Presentation of the data
[edit | edit source]1724 women have answered several questions about women's work among which:
* What do you think the perfect family is ? o Both husband and wife work o Husband works more than wife o Only husband works * Which activity is the best for a mother when children go to school? o Stay at home o Part-time work o Full-time work * What do you think of the following sentence: women who do not work feel cut off from the world? o Totally agree o Quite agree o Quite disagree o Totally disagree
The data set is two contingency tables which cross the answers of the first question with the two others. To each crossing, the value given is the number of women who gave both answers.

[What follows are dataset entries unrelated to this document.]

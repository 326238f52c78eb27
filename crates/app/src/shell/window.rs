//! The window: one frame after the other.

use std::collections::VecDeque;
use std::path::PathBuf;

use crestline_plan::Plan;
use eframe::egui::{
    CentralPanel, Color32, Context, Event, Frame, Label, Margin, Panel, RichText, Ui, ViewportCommand,
};

use super::ask::{self, Question};
use super::obey;
use super::options::Options;
use super::picker::Picker;
use super::readings::READINGS_ENDING;
use super::timing::Timing;
use super::{bar, disk, foot, recover};
use crate::bands::page as bands_page;
use crate::choices;
use crate::edit::command::Command;
use crate::edit::desk::Desk;
use crate::edit::history::Edit;
use crate::fields::form::Form;
use crate::help;
use crate::hints::card::{self, About};
use crate::inputs::{self, Surroundings};
use crate::keep::autosave::Autosave;
use crate::keep::found::Found;
use crate::keep::layout::Layout;
use crate::keep::recent::Recent;
use crate::keep::watch::Watch;
use crate::repair::page as repair_page;
use crate::results::{layout_page, notes_page, notices};
use crate::theme::{self, Palette};
use crate::view::{Page, View};
use crate::{painter, papers};

/// Width of the inputs: as they open, at least, and at most.
const INPUTS: [f32; 3] = [392.0, 360.0, 620.0];

/// The program's window.
pub struct Window {
    /// The plan document and the last good result.
    pub desk: Desk,
    /// What the window shows and how.
    pub view: View,
    /// A question that stands in front of it.
    pub question: Option<Question>,
    /// A file dialog that is open.
    pub picker: Option<Picker>,
    /// What to do once the plan has been saved.
    pub after_saving: Option<Command>,
    /// Whether the window may close although the plan has changes.
    pub may_close: bool,
    /// The keeping of unsaved work.
    pub autosave: Autosave,
    /// Work of earlier windows that is still to be asked about.
    pub found: VecDeque<Found>,
    /// The plans that were open lately.
    pub recent: Recent,
    /// The plan's file, as it was last seen.
    pub watch: Option<Watch>,
    /// The folder for what outlives the window.
    pub state: Option<PathBuf>,
    /// What is told to those who measure the window, where they ask for it.
    pub timing: Option<Timing>,
    inputs_width: Option<f32>,
    context: Context,
    title: String,
}

impl Window {
    /// The window on a plan.
    #[must_use]
    pub fn new(ctx: &Context, plan: Plan, path: Option<PathBuf>, options: &Options) -> Self {
        theme::install(ctx);
        theme::choose(ctx, options.theme);
        ctx.set_zoom_factor(options.zoom);
        let wake = ctx.clone();
        let mut window = Self {
            desk: Desk::new(plan, path),
            view: options.view(),
            question: None,
            picker: None,
            after_saving: None,
            may_close: false,
            autosave: Autosave::new(options.state.clone(), move || wake.request_repaint()),
            found: VecDeque::new(),
            recent: Recent::read(options.state.as_deref()),
            watch: None,
            state: options.state.clone(),
            timing: None,
            inputs_width: options.inputs_width,
            context: ctx.clone(),
            title: String::new(),
        };
        recover::look_around(&mut window);
        window.watch_file();
        window
    }

    /// Watches the plan's file from now on, and puts it on the list of recent ones.
    pub fn watch_file(&mut self) {
        self.watch = self.desk.path().map(Watch::new);
        if let Some(path) = self.desk.path() {
            self.recent.add(path);
        }
    }

    /// Takes the plan's file as it is now for seen.
    pub fn take_file_as_seen(&mut self) {
        if let Some(watch) = &mut self.watch {
            watch.accept();
        }
    }

    /// One frame: show everything, then do what was asked for.
    pub fn frame(&mut self, ui: &mut Ui) {
        let ctx = ui.ctx().clone();
        let palette = Palette::of(ctx.theme());
        self.view.unit.set(&ctx);
        let mut commands = self.keys(&ctx);
        commands.extend(dropped(&ctx));
        commands.extend(bar::show(ui, palette, &self.desk, &self.view, self.recent.plans()));
        commands.extend(foot::show(ui, palette, self.view.message.as_ref()));
        if let Some(picker) = &self.picker {
            commands.extend(foot::waiting(ui, palette, picker.purpose.title()));
        }
        if self.view.inputs {
            commands.extend(self.inputs(ui, palette));
        }
        commands.extend(self.results(ui, palette));
        self.ask(&ctx, palette);
        if !commands.is_empty() {
            // What the commands change is shown by the next frame.
            ctx.request_repaint();
        }
        for command in commands {
            obey::obey(self, &ctx, command);
        }
        obey::take_answer(self, &ctx);
        self.keep(&ctx);
        self.guard_closing(&ctx);
        self.follow_title(&ctx);
        if let Some(timing) = &mut self.timing {
            timing.frame(&ctx, self.desk.steps());
        }
    }

    /// Keeps unsaved work, and looks after the plan's file when the user comes back to the window.
    fn keep(&mut self, ctx: &Context) {
        if let Some(trouble) = self.autosave.follow(&self.desk) {
            self.view.complain_too(trouble);
        }
        let comes_back =
            ctx.input(|input| input.events.iter().any(|event| matches!(event, Event::WindowFocused(true))));
        if comes_back && self.question.is_none() {
            disk::look(self, None);
        }
        let asked = self.question.is_some();
        recover::ask_next(self);
        if comes_back || self.question.is_some() != asked {
            ctx.request_repaint();
        }
    }

    /// Commands called by keys; none while a question stands in front.
    fn keys(&self, ctx: &Context) -> Vec<Command> {
        if self.question.is_some() {
            return Vec::new();
        }
        let pressed = |shortcut| ctx.input_mut(|input| input.consume_shortcut(&shortcut));
        let called = |command: &Command| {
            command.shortcut().is_some_and(pressed) || command.spare_shortcut().is_some_and(pressed)
        };
        let inputs = Command::ShowInputs(!self.view.inputs);
        let unit = Command::ShowLengthsIn(self.view.unit.other());
        // Its key is that of the page on the model with one modifier more, so it is looked for first.
        let card = Command::ShowCard(!self.view.card);
        [card].into_iter().chain(Command::with_keys()).chain([inputs, unit]).filter(called).collect()
    }

    fn inputs(&mut self, ui: &mut Ui, palette: &'static Palette) -> Vec<Command> {
        let [usual, least, most] = INPUTS;
        let width = self.inputs_width.unwrap_or(usual).clamp(least, most);
        let frame =
            Frame::new().fill(palette.ground).inner_margin(Margin { left: 8, right: 4, top: 8, bottom: 8 });
        let panel =
            Panel::left("inputs").resizable(true).default_size(width).size_range(least..=most).frame(frame);
        let shown = panel.show(ui, |ui| {
            if self.view.card {
                card::foot(ui, palette, self.view.about.as_ref(), self.view.unit);
            }
            self.form(ui, palette)
        });
        self.inputs_width = Some(shown.response.rect.width());
        shown.inner
    }

    /// The fields; what they changed is settled at once, so that results follow typing.
    fn form(&mut self, ui: &mut Ui, palette: &'static Palette) -> Vec<Command> {
        let (plan, faults, outcome) = self.desk.parts();
        let report = outcome.and_then(|outcome| outcome.solution.report.strings.get(self.view.string));
        let around = Surroundings { string: self.view.string, folded: &self.view.folded, report };
        let mut form =
            Form::new(faults, &mut self.view.drafts, &mut self.view.going_to, palette, self.view.unit);
        inputs::show(ui, &mut form, plan, &around);
        let Form { edit, left, commands, about, .. } = form;
        self.tell_about(ui.ctx(), about);
        // A path that no field has shown by now has none, but for those of fields on a page.
        self.view.going_to.take_if(|path| !path.starts_with("tolerances"));
        self.settle(ui.ctx(), edit, left);
        commands
    }

    /// The page of readings, which has fields of its own.
    fn diagnosis(&mut self, ui: &mut Ui, palette: &'static Palette) -> Vec<Command> {
        let (plan, faults, outcome) = self.desk.parts();
        let Some(outcome) = outcome else { return Vec::new() };
        let View { drafts, going_to, string, repair, unit, .. } = &mut self.view;
        let mut form = Form::new(faults, drafts, going_to, palette, *unit);
        repair_page::show(ui, &mut form, plan, outcome, *string, repair);
        let Form { edit, left, commands, about, .. } = form;
        self.tell_about(ui.ctx(), about);
        self.settle(ui.ctx(), edit, left);
        commands
    }

    /// The page with the tolerances, which are mended there even before there is a result.
    fn how_sure(&mut self, ui: &mut Ui, palette: &'static Palette) -> Vec<Command> {
        let (plan, faults, outcome) = self.desk.parts();
        let View { drafts, going_to, string, trust, unit, .. } = &mut self.view;
        let mut form = Form::new(faults, drafts, going_to, palette, *unit);
        bands_page::show(ui, &mut form, plan, outcome, *string, trust);
        let Form { edit, left, commands, about, .. } = form;
        self.tell_about(ui.ctx(), about);
        self.view.going_to = None;
        self.settle(ui.ctx(), edit, left);
        commands
    }

    /// Takes the field with the focus for the one that the card is about.
    fn tell_about(&mut self, ctx: &Context, about: Option<About>) {
        if about.is_some() && about != self.view.about {
            self.view.about = about;
            ctx.request_repaint();
        }
    }

    /// Notes what fields have changed.
    fn settle(&mut self, ctx: &Context, edit: Option<Edit>, left: bool) {
        if let Some(edit) = edit {
            self.desk.settle(&edit);
            ctx.request_repaint();
        }
        if left {
            self.desk.close_gesture();
        }
    }

    fn results(&mut self, ui: &mut Ui, palette: &'static Palette) -> Vec<Command> {
        let frame =
            Frame::new().fill(palette.ground).inner_margin(Margin { left: 4, right: 8, top: 8, bottom: 8 });
        let mut commands = Vec::new();
        CentralPanel::default().frame(frame).show(ui, |ui| {
            if self.view.page == Page::Help {
                help::page::show(ui, palette);
                return;
            }
            ui.add(Label::new(RichText::new(self.view.page.meaning()).small().color(palette.quiet)).wrap());
            let outcome = self.desk.outcome();
            commands.extend(notices::stale(
                ui,
                palette,
                self.desk.faults(),
                &self.view.drafts,
                outcome.is_some(),
            ));
            if self.view.page == Page::HowSure {
                commands.extend(self.how_sure(ui, palette));
                return;
            }
            let Some(outcome) = outcome else {
                ui.label(
                    RichText::new("The saddle appears here as soon as the plan can be solved.")
                        .color(palette.quiet),
                );
                return;
            };
            if self.view.page == Page::Diagnosis {
                commands.extend(self.diagnosis(ui, palette));
                return;
            }
            let view = &mut self.view;
            commands.extend(match view.page {
                Page::Saddle => layout_page::show(ui, palette, outcome, view),
                Page::FrettedNotes => notes_page::show(ui, palette, outcome, view),
                Page::Compare => choices::page::show(ui, palette, outcome, view.string, &mut view.study),
                Page::Sheets => papers::page::show(ui, palette, outcome, &mut view.preview),
                Page::HowSure | Page::Diagnosis | Page::Help => Vec::new(),
            });
        });
        commands
    }

    fn ask(&mut self, ctx: &Context, palette: &Palette) {
        let Some(question) = &mut self.question else { return };
        if let Some(reply) = ask::show(ctx, palette, question, &self.desk) {
            let question = self.question.take();
            ask::forget_focus(ctx);
            match (question, reply) {
                (Some(Question::Recovery(found)), ask::Reply::Recovery(choice)) => {
                    recover::take(self, *found, choice);
                }
                (_, reply) => obey::take_reply(self, ctx, reply),
            }
            ctx.request_repaint();
        }
    }

    /// Asks before the window closes with changes.
    fn guard_closing(&mut self, ctx: &Context) {
        let closing = ctx.input(|input| input.viewport().close_requested());
        if closing && self.desk.is_changed() && !self.may_close {
            ctx.send_viewport_cmd(ViewportCommand::CancelClose);
            self.question = Some(Question::Unsaved(Command::Quit));
        }
    }

    /// Remembers the arrangement for the next window.
    fn remember(&self) {
        let (Some(folder), ctx) = (&self.state, &self.context) else { return };
        let zoom = ctx.zoom_factor();
        let layout = Layout {
            page: Some(self.view.page),
            theme: Some(self.view.theme),
            unit: Some(self.view.unit),
            zoom: Some(zoom),
            inputs: Some(self.view.inputs),
            inputs_width: self.inputs_width,
            size: ctx.input(|input| input.viewport().inner_rect).map(|rect| (rect.size() * zoom).into()),
        };
        layout.write(folder);
    }

    fn follow_title(&mut self, ctx: &Context) {
        let mark = if self.desk.is_changed() { "● " } else { "" };
        let title = format!("{mark}{} – Crestline", self.desk.file_name());
        if title != self.title {
            ctx.send_viewport_cmd(ViewportCommand::Title(title.clone()));
            self.title = title;
        }
    }
}

/// The first file that has been dropped on the window: a table of readings, or else a plan.
fn dropped(ctx: &Context) -> Option<Command> {
    let path = ctx.input(|input| input.raw.dropped_files.first().map(|file| file.path().to_owned()));
    let is_table =
        |path: &PathBuf| path.extension().is_some_and(|ending| ending.eq_ignore_ascii_case(READINGS_ENDING));
    path.map(|path| if is_table(&path) { Command::ImportReadingsFrom(path) } else { Command::OpenFile(path) })
}

impl eframe::App for Window {
    fn ui(&mut self, ui: &mut Ui, _frame: &mut eframe::Frame) {
        self.frame(ui);
    }

    fn on_exit(&mut self, _gl: Option<&eframe::glow::Context>) {
        self.remember();
    }

    fn clear_color(&self, visuals: &eframe::egui::Visuals) -> [f32; 4] {
        visuals.panel_fill.to_normalized_gamma_f32()
    }
}

impl painter::window::Show for Window {
    fn frame(&mut self, ui: &mut Ui) {
        Self::frame(self, ui);
    }

    fn ground(&self, ctx: &Context) -> Color32 {
        Palette::of(ctx.theme()).ground
    }

    fn leave(&mut self) {
        self.remember();
    }
}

To load the package and the data set, write the following line code:
library(FactoMineR) women_work=read.table("http://factominer.free.fr/classical-methods/datasets/women_work.txt", header=TRUE, row.names=1, sep="\t")
Objectives
[edit | edit source]The objectives of CA are quite the same as PCA's: to get a typology of rows and columns and to study the link between these two typologies. However, the concept of similarity between rows or columns is different. Here, similarity between two rows or two columns is completely symmetric. Two rows (resp. columns) will be close to each other if they associate with the columns (resp. rows) in the same way.
We are looking for the rows (resp. columns) whose distribution is the most different from the population's. The ones which look the most or the less alike. Each group of rows (resp. columns) is characterized by the columns (resp. rows) to which it is too much or to little associated.
CA
[edit | edit source]We are going to use the first three columns (corresponding to the answers to the second question) as active variables and the four last ones (corresponding to the third question) as supplementary variables.

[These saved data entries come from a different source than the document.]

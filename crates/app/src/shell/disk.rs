//! When another program has changed the plan's file: the question, and what is done.

use std::path::PathBuf;

use crestline_plan::Plan;
use eframe::egui::{Context, RichText, Ui};

use super::ask::{Question, Reply, first_focus, heading, strong_button};
use super::window::Window;
use super::{files, obey};
use crate::edit::command::Command;
use crate::edit::history::Edit;
use crate::keep::difference;
use crate::keep::watch::Change;
use crate::theme::Palette;

/// The plan's file holds something else than what was read or written here.
#[derive(Debug)]
pub struct Changed {
    path: PathBuf,
    /// What it holds now, or why that cannot be opened.
    now: Result<Plan, String>,
    /// Where it was noticed while saving: what to do once it is saved.
    saving: Option<Option<Command>>,
}

/// What the user wants.
#[derive(Debug, PartialEq)]
pub enum Choice {
    /// Keep the plan in the window, and leave the file as it is.
    KeepMine,
    /// Put the file's plan on the desk; the one in the window can be had back by undo.
    Load(Box<Plan>),
    /// Save over the file, and then do this.
    SaveOver(Option<Command>),
}

/// Looks whether the plan's file has been changed, and asks or says so; true where the user must answer first.
pub fn look(window: &mut Window, saving: Option<Option<Command>>) -> bool {
    let Some(path) = window.desk.path().map(std::path::Path::to_owned) else { return false };
    match window.watch.as_mut().and_then(crate::keep::watch::Watch::change) {
        None => false,
        Some(Change::Gone) => {
            window.take_file_as_seen();
            window.desk.has_on_disk(None);
            if saving.is_none() {
                let words = format!("{} is not there any more. Saving writes it anew.", path.display());
                window.view.complain(words);
            }
            false
        }
        Some(Change::Differs) => {
            let now = files::open(&path);
            if now.as_ref() == Ok(&window.desk.plan) {
                window.take_file_as_seen();
                window.desk.has_on_disk(now.ok());
                return false;
            }
            window.question = Some(Question::Disk(Box::new(Changed { path, now, saving })));
            true
        }
    }
}

/// Shows the question.
pub fn show(ui: &mut Ui, palette: &Palette, changed: &Changed, mine: &Plan) -> Option<Reply> {
    heading(ui, "Another program has changed the file");
    ui.label(changed.path.display().to_string());
    match &changed.now {
        Ok(now) => {
            ui.label("In the file → in the window:");
            for line in difference::lines(now, mine) {
                ui.label(RichText::new(line).small());
            }
        }
        Err(words) => {
            ui.label(RichText::new(words).color(palette.fault));
        }
    }
    ui.add_space(8.0);
    ui.horizontal_wrapped(|ui| buttons(ui, palette, changed)).inner
}

fn buttons(ui: &mut Ui, palette: &Palette, changed: &Changed) -> Option<Reply> {
    let mut reply = None;
    let mut offer = |ui: &mut Ui, is_first: bool, words: &str, choice: &dyn Fn() -> Reply| {
        let button = if is_first { ui.add(strong_button(palette, words)) } else { ui.button(words) };
        if is_first {
            first_focus(ui, &button);
        }
        if button.clicked() {
            reply = Some(choice());
        }
    };
    // The first one loses nothing.
    match &changed.saving {
        None => offer(ui, true, "Keep mine", &|| Reply::Disk(Choice::KeepMine)),
        Some(_) => offer(ui, true, "Do not save now", &|| Reply::Cancel),
    }
    if let Ok(now) = &changed.now {
        let load = || Reply::Disk(Choice::Load(Box::new(now.clone())));
        offer(ui, false, "Load the file's (undo brings mine back)", &load);
    }
    if let Some(next) = &changed.saving {
        offer(ui, false, "Save mine over it", &|| Reply::Disk(Choice::SaveOver(next.clone())));
    }
    reply
}

/// Does what was answered.
pub fn take(window: &mut Window, ctx: &Context, choice: Choice) {
    match choice {
        Choice::KeepMine => {
            window.take_file_as_seen();
            window.desk.has_on_disk(window.desk.path().and_then(|path| files::open(path).ok()));
        }
        Choice::Load(plan) => {
            window.take_file_as_seen();
            window.desk.has_on_disk(Some((*plan).clone()));
            window.desk.plan = *plan;
            window.desk.settle(&Edit::whole("Load the changed file"));
            obey::forget_what_was_typed(window);
            window.view.say("Loaded what the file holds now; undo brings the plan before back.");
        }
        Choice::SaveOver(next) => {
            window.take_file_as_seen();
            obey::save_then(window, ctx, next);
        }
    }
}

- Active rows and columns only
To see the scatterplots of rows and columns separately, type:
res.ca.rows = CA(women_work[,1:3], invisible="col") res.ca.col = CA(women_work[,1:3], invisible="row")
#women_work: the data set used #invisible: elements we do not want to be plotted
On the scatterplot of the columns, we can see that the first axis opposes "Stay at home" and "Full-time work", which means it opposes two women's profiles. Women who answered "Stay at home" answered "Only husband works" more often than the population and "Both husband and wife work" less often than the population. In the same way, women who answered "Full-time work" answered "Only husband works" less often than the population and "Both husband and wife work" more often than the population. The first axis orders the categories of the second question from the less to the most in favour of women's work.
We can make the same interpretation for the first axis of the row's scatterplot. The categories are sorted from the less ("Only husband works") to the most ("Both husband and wife work") in favour of women's work.
To have the representation of both rows and columns, type:
res.ca = CA(women_work[,1:3]) #women_work: the data set used
"Stay at home" is much associated with "Only husband works" and little associated to the two other categories.
"Both husband and wife work" is associated with "Full-time work" and opposed to "Stay at home".
- Addition of supplementary columns
We now add the columns corresponding to the third question as supplementary variables. Type:
res.ca = CA(women_work, col.sup=4:ncol(women_work)) #women_work: the data set used #col.sup: vector of the indexes of the supplementary columns
"Totally agree" and "Quite agree" for "Women who do not work feel cut off from the world" are close to categories in favour of women's work. "Quite disagree" and "Totally "disagree" are close to categories opposed to women's work.